Material for the task ::
-- Opening Marker --
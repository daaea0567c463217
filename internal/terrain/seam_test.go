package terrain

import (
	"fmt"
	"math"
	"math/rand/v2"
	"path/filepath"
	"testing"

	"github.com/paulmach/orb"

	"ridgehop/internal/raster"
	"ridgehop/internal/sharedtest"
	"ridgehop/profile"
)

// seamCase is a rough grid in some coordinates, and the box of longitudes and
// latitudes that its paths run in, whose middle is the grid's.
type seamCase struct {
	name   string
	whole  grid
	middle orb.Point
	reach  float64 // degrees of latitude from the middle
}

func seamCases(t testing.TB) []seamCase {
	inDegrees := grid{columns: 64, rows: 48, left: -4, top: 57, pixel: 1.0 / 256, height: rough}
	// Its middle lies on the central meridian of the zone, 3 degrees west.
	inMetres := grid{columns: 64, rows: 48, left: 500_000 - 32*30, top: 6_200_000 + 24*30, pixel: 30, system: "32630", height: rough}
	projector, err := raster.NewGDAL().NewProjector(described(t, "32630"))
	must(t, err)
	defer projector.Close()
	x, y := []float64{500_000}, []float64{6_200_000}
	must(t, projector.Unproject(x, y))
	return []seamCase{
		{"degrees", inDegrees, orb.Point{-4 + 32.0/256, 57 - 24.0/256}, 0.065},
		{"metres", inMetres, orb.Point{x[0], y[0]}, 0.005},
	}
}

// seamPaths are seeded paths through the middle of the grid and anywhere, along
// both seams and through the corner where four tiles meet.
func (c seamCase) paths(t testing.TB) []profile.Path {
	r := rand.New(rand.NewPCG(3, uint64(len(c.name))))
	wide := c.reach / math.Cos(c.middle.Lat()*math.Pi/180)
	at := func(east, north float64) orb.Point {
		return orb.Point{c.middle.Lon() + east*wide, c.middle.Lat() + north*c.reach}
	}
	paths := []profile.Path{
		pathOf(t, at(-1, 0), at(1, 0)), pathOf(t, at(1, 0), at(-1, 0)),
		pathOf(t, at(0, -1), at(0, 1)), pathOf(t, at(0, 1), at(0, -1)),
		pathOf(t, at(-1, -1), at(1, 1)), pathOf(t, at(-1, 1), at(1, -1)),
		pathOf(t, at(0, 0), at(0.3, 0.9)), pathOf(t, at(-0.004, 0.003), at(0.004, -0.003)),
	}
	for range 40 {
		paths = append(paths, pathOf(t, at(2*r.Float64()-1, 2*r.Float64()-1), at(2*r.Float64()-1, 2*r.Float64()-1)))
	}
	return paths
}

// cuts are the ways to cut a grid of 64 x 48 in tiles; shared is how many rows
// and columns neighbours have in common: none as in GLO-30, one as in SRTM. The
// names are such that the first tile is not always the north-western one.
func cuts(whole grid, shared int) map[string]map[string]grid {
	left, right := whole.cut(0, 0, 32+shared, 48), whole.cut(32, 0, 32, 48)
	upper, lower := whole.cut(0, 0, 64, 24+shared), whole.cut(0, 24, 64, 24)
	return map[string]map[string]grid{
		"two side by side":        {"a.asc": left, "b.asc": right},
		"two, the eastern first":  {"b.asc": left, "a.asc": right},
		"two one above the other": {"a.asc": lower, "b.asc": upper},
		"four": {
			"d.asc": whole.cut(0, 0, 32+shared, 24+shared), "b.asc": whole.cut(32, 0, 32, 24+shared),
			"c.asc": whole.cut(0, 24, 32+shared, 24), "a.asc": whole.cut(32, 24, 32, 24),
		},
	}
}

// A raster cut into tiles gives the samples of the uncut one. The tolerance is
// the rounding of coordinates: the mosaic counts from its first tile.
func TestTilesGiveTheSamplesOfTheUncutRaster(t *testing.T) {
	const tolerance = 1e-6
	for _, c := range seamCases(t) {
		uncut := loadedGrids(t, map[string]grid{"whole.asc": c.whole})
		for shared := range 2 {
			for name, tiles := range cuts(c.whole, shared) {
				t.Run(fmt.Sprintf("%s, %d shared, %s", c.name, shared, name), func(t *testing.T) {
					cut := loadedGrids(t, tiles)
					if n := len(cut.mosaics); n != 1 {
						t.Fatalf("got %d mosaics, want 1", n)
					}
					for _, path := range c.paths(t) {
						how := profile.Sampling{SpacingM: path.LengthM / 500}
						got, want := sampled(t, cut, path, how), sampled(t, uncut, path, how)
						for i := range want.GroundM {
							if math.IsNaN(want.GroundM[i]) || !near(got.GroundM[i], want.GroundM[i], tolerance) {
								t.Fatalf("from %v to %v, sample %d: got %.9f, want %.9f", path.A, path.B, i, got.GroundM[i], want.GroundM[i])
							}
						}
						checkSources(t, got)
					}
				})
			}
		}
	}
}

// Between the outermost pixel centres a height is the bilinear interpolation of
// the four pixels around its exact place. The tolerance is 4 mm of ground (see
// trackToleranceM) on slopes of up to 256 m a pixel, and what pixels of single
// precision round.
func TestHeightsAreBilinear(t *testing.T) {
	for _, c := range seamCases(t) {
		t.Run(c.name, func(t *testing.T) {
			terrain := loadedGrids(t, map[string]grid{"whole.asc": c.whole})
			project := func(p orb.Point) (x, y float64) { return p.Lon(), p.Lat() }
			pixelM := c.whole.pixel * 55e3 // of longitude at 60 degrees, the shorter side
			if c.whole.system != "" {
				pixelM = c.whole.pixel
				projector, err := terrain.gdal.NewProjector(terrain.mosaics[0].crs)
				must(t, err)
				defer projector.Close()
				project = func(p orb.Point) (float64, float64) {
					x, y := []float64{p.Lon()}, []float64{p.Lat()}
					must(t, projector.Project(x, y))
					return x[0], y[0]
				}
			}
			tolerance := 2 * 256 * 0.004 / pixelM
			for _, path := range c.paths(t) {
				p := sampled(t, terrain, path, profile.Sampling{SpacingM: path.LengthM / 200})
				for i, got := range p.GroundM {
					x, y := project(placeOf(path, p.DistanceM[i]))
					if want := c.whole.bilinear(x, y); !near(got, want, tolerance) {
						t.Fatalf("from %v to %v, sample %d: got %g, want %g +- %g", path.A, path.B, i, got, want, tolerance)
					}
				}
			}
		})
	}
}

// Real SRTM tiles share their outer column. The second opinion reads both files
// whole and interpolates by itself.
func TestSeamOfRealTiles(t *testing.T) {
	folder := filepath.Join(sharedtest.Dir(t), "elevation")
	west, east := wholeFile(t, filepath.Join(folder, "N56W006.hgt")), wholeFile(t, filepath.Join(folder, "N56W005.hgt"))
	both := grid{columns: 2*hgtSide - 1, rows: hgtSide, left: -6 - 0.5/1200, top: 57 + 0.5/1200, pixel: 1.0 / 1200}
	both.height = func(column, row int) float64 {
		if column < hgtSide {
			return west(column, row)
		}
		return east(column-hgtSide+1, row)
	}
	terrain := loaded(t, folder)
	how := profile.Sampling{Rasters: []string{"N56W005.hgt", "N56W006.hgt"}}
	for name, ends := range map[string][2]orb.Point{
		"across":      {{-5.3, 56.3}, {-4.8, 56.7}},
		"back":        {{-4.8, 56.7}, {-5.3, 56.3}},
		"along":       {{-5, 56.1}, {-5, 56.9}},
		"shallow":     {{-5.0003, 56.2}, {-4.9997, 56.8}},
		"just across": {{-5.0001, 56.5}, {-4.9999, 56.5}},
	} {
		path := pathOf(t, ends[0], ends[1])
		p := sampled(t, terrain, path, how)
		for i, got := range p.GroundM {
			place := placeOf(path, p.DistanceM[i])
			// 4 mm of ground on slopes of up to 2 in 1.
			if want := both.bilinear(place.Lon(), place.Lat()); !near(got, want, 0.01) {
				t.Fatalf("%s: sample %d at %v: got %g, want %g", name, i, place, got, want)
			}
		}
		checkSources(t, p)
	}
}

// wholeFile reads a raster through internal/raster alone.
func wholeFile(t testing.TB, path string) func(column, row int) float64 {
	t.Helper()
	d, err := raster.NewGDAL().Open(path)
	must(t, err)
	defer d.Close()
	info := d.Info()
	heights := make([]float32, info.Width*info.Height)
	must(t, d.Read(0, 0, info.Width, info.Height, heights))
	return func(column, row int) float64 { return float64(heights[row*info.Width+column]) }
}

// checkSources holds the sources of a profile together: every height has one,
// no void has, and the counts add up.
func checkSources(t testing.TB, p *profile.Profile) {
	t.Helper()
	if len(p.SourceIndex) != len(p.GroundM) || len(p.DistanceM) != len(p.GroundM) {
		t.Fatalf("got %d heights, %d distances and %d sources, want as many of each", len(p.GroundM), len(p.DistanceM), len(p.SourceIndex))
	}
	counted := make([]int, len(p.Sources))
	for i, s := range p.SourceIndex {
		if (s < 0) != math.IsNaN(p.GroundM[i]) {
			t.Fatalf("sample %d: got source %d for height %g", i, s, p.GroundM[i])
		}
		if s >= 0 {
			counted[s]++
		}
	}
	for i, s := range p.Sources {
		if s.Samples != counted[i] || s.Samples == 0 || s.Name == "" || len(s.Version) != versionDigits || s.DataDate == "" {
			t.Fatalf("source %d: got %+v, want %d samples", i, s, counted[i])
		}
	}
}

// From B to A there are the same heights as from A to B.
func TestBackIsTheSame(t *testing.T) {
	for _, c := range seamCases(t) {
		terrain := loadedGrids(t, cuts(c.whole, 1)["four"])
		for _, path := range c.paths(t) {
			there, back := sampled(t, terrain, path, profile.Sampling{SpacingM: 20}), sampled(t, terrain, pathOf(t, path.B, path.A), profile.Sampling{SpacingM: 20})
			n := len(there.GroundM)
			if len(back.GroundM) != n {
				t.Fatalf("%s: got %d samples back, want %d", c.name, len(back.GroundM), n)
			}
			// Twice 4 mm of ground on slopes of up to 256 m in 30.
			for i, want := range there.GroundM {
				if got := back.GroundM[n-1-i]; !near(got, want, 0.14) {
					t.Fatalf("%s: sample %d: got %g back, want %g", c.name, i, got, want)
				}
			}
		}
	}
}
-- Closing Marker --
To do :: Gather all lines from the listing above in which "Width" occurs.

Response to this exercise ::
	heights := make([]float32, info.Width*info.Height)
	must(t, d.Read(0, 0, info.Width, info.Height, heights))
	return func(column, row int) float64 { return float64(heights[row*info.Width+column]) }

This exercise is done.